RECORDS TO PROCESS:
##############################
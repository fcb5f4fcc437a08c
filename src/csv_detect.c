/* CSV dialect detection from the first bytes: delimiter, decimal mark, metadata, header, time column. */
#include "csv_internal.h"

#include <csv.h>
#include <ctype.h>
#include <float.h>
#include <math.h>
#include <stdio.h>
#include <stdlib.h>
#include <string.h>
#include <unistd.h>

#include "numparse.h"

ssize_t tf_csv_read(const tf_csv_source *src, size_t off, void *buf, size_t len)
{
    if (src->fd < 0) {
        if (off >= src->size)
            return 0;
        if (len > src->size - off)
            len = src->size - off;
        memcpy(buf, src->mem + off, len);
        return (ssize_t)len;
    }
    size_t got = 0;
    while (got < len) {
        ssize_t r = pread(src->fd, (char *)buf + got, len - got, (off_t)(off + got));
        if (r < 0)
            return -1;
        if (r == 0)
            break;
        got += (size_t)r;
    }
    return (ssize_t)got;
}

void *tf_csv_capped_realloc(void *p, size_t n)
{
    return n > TF_CSV_FIELD_MAX + 1 ? NULL : realloc(p, n);
}

/* ---- splitting one line into fields with libcsv ---- */

typedef struct fieldset {
    char *text;                    /* field copies, each NUL-terminated */
    size_t used, cap;
    size_t off[TF_CSV_COLS_MAX];   /* the first fields of the line */
    size_t len[TF_CSV_COLS_MAX];
    size_t n;                      /* fields kept */
    size_t total;                  /* fields in the line */
    int space_mode;
    int trail;                     /* the last field is empty: maybe a trailing delimiter */
    int full;                      /* out of memory while copying */
} fieldset;

static void fs_field(void *s, size_t len, void *data)
{
    fieldset *fs = data;
    if (fs->space_mode && len == 0)
        return;
    fs->total++;
    if (fs->n >= TF_CSV_COLS_MAX)
        return;
    if (fs->used + len + 1 > fs->cap) {
        size_t cap = (fs->used + len + 1) * 2;
        char *t = realloc(fs->text, cap);
        if (!t) {
            fs->full = 1;
            return;
        }
        fs->text = t;
        fs->cap = cap;
    }
    memcpy(fs->text + fs->used, s, len);
    fs->text[fs->used + len] = '\0';
    fs->off[fs->n] = fs->used;
    fs->len[fs->n++] = len;
    fs->used += len + 1;
}

static void fs_row(int c, void *data)
{
    (void)c;
    (void)data;
}

static const char *fs_get(const fieldset *fs, size_t i)
{
    return fs->text + fs->off[i];
}
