tf_status tf_fit_run(const tf_capture *cap, const tf_roles *roles, const tf_segment_result *seg,
                     const tf_fit_options *opt, tf_fit_result **out, tf_error *err)
{
    *out = NULL;
    if (!cap || !roles || !seg || !opt)
        return tf_error_set(err, TF_ERR_USAGE, "tf_fit_run: expected capture, roles, segments and options");
    if (roles->current < 0 || (size_t)roles->current >= cap->nchan)
        return tf_error_set(err, TF_ERR_USAGE, "tf_fit_run: no current channel");
    if (!seg->nbursts)
        return tf_error_set(err, TF_ERR_DATA, "no current bursts to fit (the segmenter found none)");
    tf_fit_gsl_quiet();
    tf_fit_result *r = calloc(1, sizeof *r);
    fit_detail *d = calloc(1, sizeof *d);
    const size_t nb = seg->nbursts, nl = opt->skip_lobes ? 0 : seg->nlobes;
    tf_fit_burst *fb = calloc(nb, sizeof *fb);
    lobe_fit *lf = calloc(nl + 1, sizeof *lf);
    double *scratch = malloc((2 * (nb > nl ? nb : nl) + 16) * sizeof *scratch);
    double *start = malloc(2 * nb * sizeof *start);
    if (!r || !d || !fb || !lf || !scratch || !start) {
        free(r); free(d); free(fb); free(lf); free(scratch); free(start);
        return tf_error_set(err, TF_ERR_NOMEM, "out of memory");
    }
    d->bursts = fb;
    d->nbursts = nb;
    r->detail = d;
    r->skew_s = r->skew_u_s = r->r_burst_u_ohm = NANV;
    snprintf(r->skew_method, sizeof r->skew_method, "none");

    job_ctx c;
    memset(&c, 0, sizeof c);
    c.x = cap->ch[roles->current].samples;
    c.n = cap->n;
    c.dt = cap->dt_s;
    c.seg = seg;
    c.opt = opt;
    c.c_f = opt->capacitance_f > 0 ? opt->capacitance_f : NANV;
    c.l_h = opt->inductance_h > 0 ? opt->inductance_h : NANV;
    if (isfinite(c.c_f) && isfinite(c.l_h))
        c.l_h = NANV;   /* C known wins: L is then identified, not assumed */
    c.drop_v = NANV;
    if (isfinite(opt->thyristor_drop_v) && isfinite(opt->diode_drop_v))
        c.drop_v = (opt->thyristor_drop_v + opt->diode_drop_v) *
                   (seg->topology == TF_TOPO_FULL_BRIDGE ? 2.0 : 1.0);
    c.out = fb;
    c.lobes = lf;
    c.start = start;
    c.nblocks = (nb + BLOCK - 1) / BLOCK;
    for (size_t k = 0; k < seg->nanomalies; k++)
        c.probe_offset |= strcmp(seg->anomalies[k].kind, "offset") == 0;
    for (size_t k = 0; k < nb; k++) {
        c.multi_lobe |= seg->bursts[k].nlobes >= 2;
        const size_t len = seg->bursts[k].i1 > seg->bursts[k].i0 ? seg->bursts[k].i1 - seg->bursts[k].i0 : 0;
        if (len > c.longest)
            c.longest = len;
    }
    atomic_init(&c.next, 0);
    atomic_init(&c.nomem, 0);
    const int threads = opt->threads > 0 ? opt->threads : default_threads();
    const int failed = run_jobs(&c, c.nblocks, nb, threads) != 0 ||
                       (nl && (atomic_store(&c.next, c.nblocks),
                               run_jobs(&c, c.nblocks + nl, nl, threads) != 0));
    free(start);
    if (failed) {
        tf_fit_free(r);
        free(lf);
        free(scratch);
        return tf_error_set(err, TF_ERR_NOMEM, "out of memory");
    }
    r->drops_modelled = isfinite(c.drop_v) && (isfinite(c.c_f) || isfinite(c.l_h));
    r->drop_step_v = c.drop_v;
    for (size_t k = 0; k < nb; k++) {
        switch (fb[k].status) {
        case TF_FITB_OK: r->bursts_fitted++; break;
        case TF_FITB_CLIPPED: r->bursts_clipped++; break;
        case TF_FITB_ANOMALOUS: r->bursts_anomalous++; break;
        case TF_FITB_SHORT: r->bursts_short++; r->bursts_failed++; break;
        default: r->bursts_failed++; break;
        }
    }
    r->bursts_excluded = nb - r->bursts_fitted;
    if (!r->bursts_fitted) {
        tf_error_set(err, TF_ERR_DATA,
                     "no burst could be fitted: %zu bursts, %zu clipped, %zu with anomalies, %zu too short or not converging",
                     nb, r->bursts_clipped, r->bursts_anomalous, r->bursts_failed);
        tf_fit_free(r);
        free(lf);
        free(scratch);
        return TF_ERR_DATA;
    }
    summarise_ringdown(r, &c, fb, nb, scratch);
    if (c.probe_offset)
        /* an offset term in the burst fits does not help: the lobe boundaries the
         * fits start from are shifted too (a 3 % offset moved fd by 5 %) */
        add_note(r, "%s", "the current rests away from zero (offset anomaly): fd, alpha and Q "
                          "are biased; correct the probe with --offset NAME=VALUE and rerun");
    memset(&r->lobes, 0, sizeof r->lobes);
    lobe_stats(lf, nl, scratch, &r->lobes);
    free(lf);
    tf_status st = run_vi_power(cap, roles, seg, opt, r, fb, scratch, err);
    free(scratch);
    if (st != TF_OK) {
        tf_fit_free(r);
        return st;
    }
    /* headline values: the ring-down when C or L is known, else v-i, else power */
    r->resistance_ohm = isfinite(r->ringdown_r.value) ? r->ringdown_r
                        : isfinite(r->vi_r.value)     ? r->vi_r
                                                      : r->power_r;
    if (isfinite(c.c_f)) {
        r->capacitance_f = r->ringdown_c;
        r->inductance_h = r->ringdown_l;
    } else if (isfinite(c.l_h)) {
        r->capacitance_f = r->ringdown_c;
        r->inductance_h = r->ringdown_l;
    } else {
        r->capacitance_f = r->vi_c;
        r->inductance_h = r->vi_l;
    }
    if (!isfinite(r->resistance_ohm.value))
        est_none(&r->resistance_ohm);
    agreement(r, isfinite(c.c_f), isfinite(c.l_h));
    *out = r;
    return TF_OK;
}
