//! One demo well: its planned surfaces, the subsidence curve it is built to follow,
//! and the construction (forward model, inserted hiatus and unconformity surfaces,
//! water-depth correction, noise). The method is set out in `super`'s notes.

use super::spec::{BasinSpec, FieldValues, SecondRift, WellSpec, parse_mix, water_depth};
use rand::RngExt;
use rand::rngs::StdRng;
use rand_distr::{Distribution, Normal};
use sagline_science::backstrip::{airy_tectonic_subsidence, backstrip, water_load_amplification};
use sagline_science::fit::{RiftEvent, TwoLayerFit, UniformFit};
use sagline_science::forward::{ForwardSpec, ForwardStretching, ForwardSurface, forward_well};
use sagline_science::lithology::Catalogue;
use sagline_science::mckenzie::Lithosphere;
use sagline_science::{
    Erosion, LithologyMix, ModelParameters, SeaLevelCurve, Surface, WaterDepth, WellColumn,
};

/// The stretching a well was built with.
#[derive(Debug, Clone, Copy, PartialEq)]
pub enum DesignStretching {
    /// Uniform stretching, one event (and a second one when `second_rift` is set).
    Uniform { beta: f64 },
    /// Two-layer stretching: crust delta, mantle beta.
    TwoLayer { delta: f64, beta: f64 },
    /// No rift: steady background subsidence.
    NoRift { rate_m_per_myr: f64 },
}

/// What a well was built to show, for its note and for checking the analysis.
#[derive(Debug, Clone, PartialEq)]
pub struct WellDesign {
    pub well: String,
    pub stretching: DesignStretching,
    /// The first (or only) rift event's onset and end (Ma); `None` without a rift.
    pub rift_ma: Option<(f64, f64)>,
    pub second_rift: Option<SecondRift>,
    /// (horizon, the horizon it rests on) for every hiatus.
    pub hiatuses: Vec<(String, String)>,
    /// (horizon carrying the eroded section, eroded thickness m, eroded at Ma).
    pub erosion: Option<(String, f64, f64)>,
}

/// A built well.
#[derive(Debug, Clone, PartialEq)]
pub struct BuiltWell {
    pub column: WellColumn,
    pub design: WellDesign,
}

/// Everything a well is built with.
pub struct Context<'a> {
    pub spec: &'a BasinSpec,
    pub params: ModelParameters,
    pub catalogue: Catalogue,
    pub sea_level: SeaLevelCurve,
    pub lithosphere: Lithosphere,
}

/// A subsidence curve with its value at an age (m, Y0 = 0).
#[derive(Debug, Clone, PartialEq)]
enum Curve {
    Uniform(UniformFit),
    TwoLayer(TwoLayerFit),
    /// Straight line, rising `rate` m per Myr towards the present.
    Line {
        rate_m_per_myr: f64,
    },
}

impl Curve {
    fn at(&self, lithosphere: &Lithosphere, age_ma: f64) -> f64 {
        match self {
            Curve::Uniform(f) => f.subsidence_m(lithosphere, age_ma),
            Curve::TwoLayer(f) => f.subsidence_m(lithosphere, age_ma),
            Curve::Line { rate_m_per_myr } => -rate_m_per_myr * age_ma,
        }
    }
}

/// A surface of the plan: where it comes from and what it records.
struct Planned {
    horizon: String,
    age_ma: f64,
    lithology_below: Option<LithologyMix>,
    water_depth: WaterDepth,
    /// Rests on the next older surface instead of being forward-modelled.
    inserted: bool,
}

/// Water depth (m, negative = land) as its term in the Airy balance: one-for-one under
/// water, amplified like sediment for land elevation (docs/science.md 3.1).
fn depth_term(water_depth_m: f64, amplification: f64) -> f64 {
    if water_depth_m >= 0.0 {
        water_depth_m
    } else {
        water_depth_m * amplification
    }
}

/// The water depth whose Airy term is `term` (inverse of [`depth_term`]).
fn depth_from_term(term: f64, amplification: f64) -> f64 {
    if term >= 0.0 {
        term
    } else {
        term / amplification
    }
}

fn shifted(w: WaterDepth, by_m: f64) -> WaterDepth {
    WaterDepth {
        min_m: w.min_m + by_m,
        max_m: w.max_m + by_m,
    }
}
##############################
WHAT TO WORK ON: Return, from the data, each line that has the word "when" in it.

OUTPUT OF THE TASK:
    /* headline values: the ring-down when C or L is known, else v-i, else power */
    /// Uniform stretching, one event (and a second one when `second_rift` is set).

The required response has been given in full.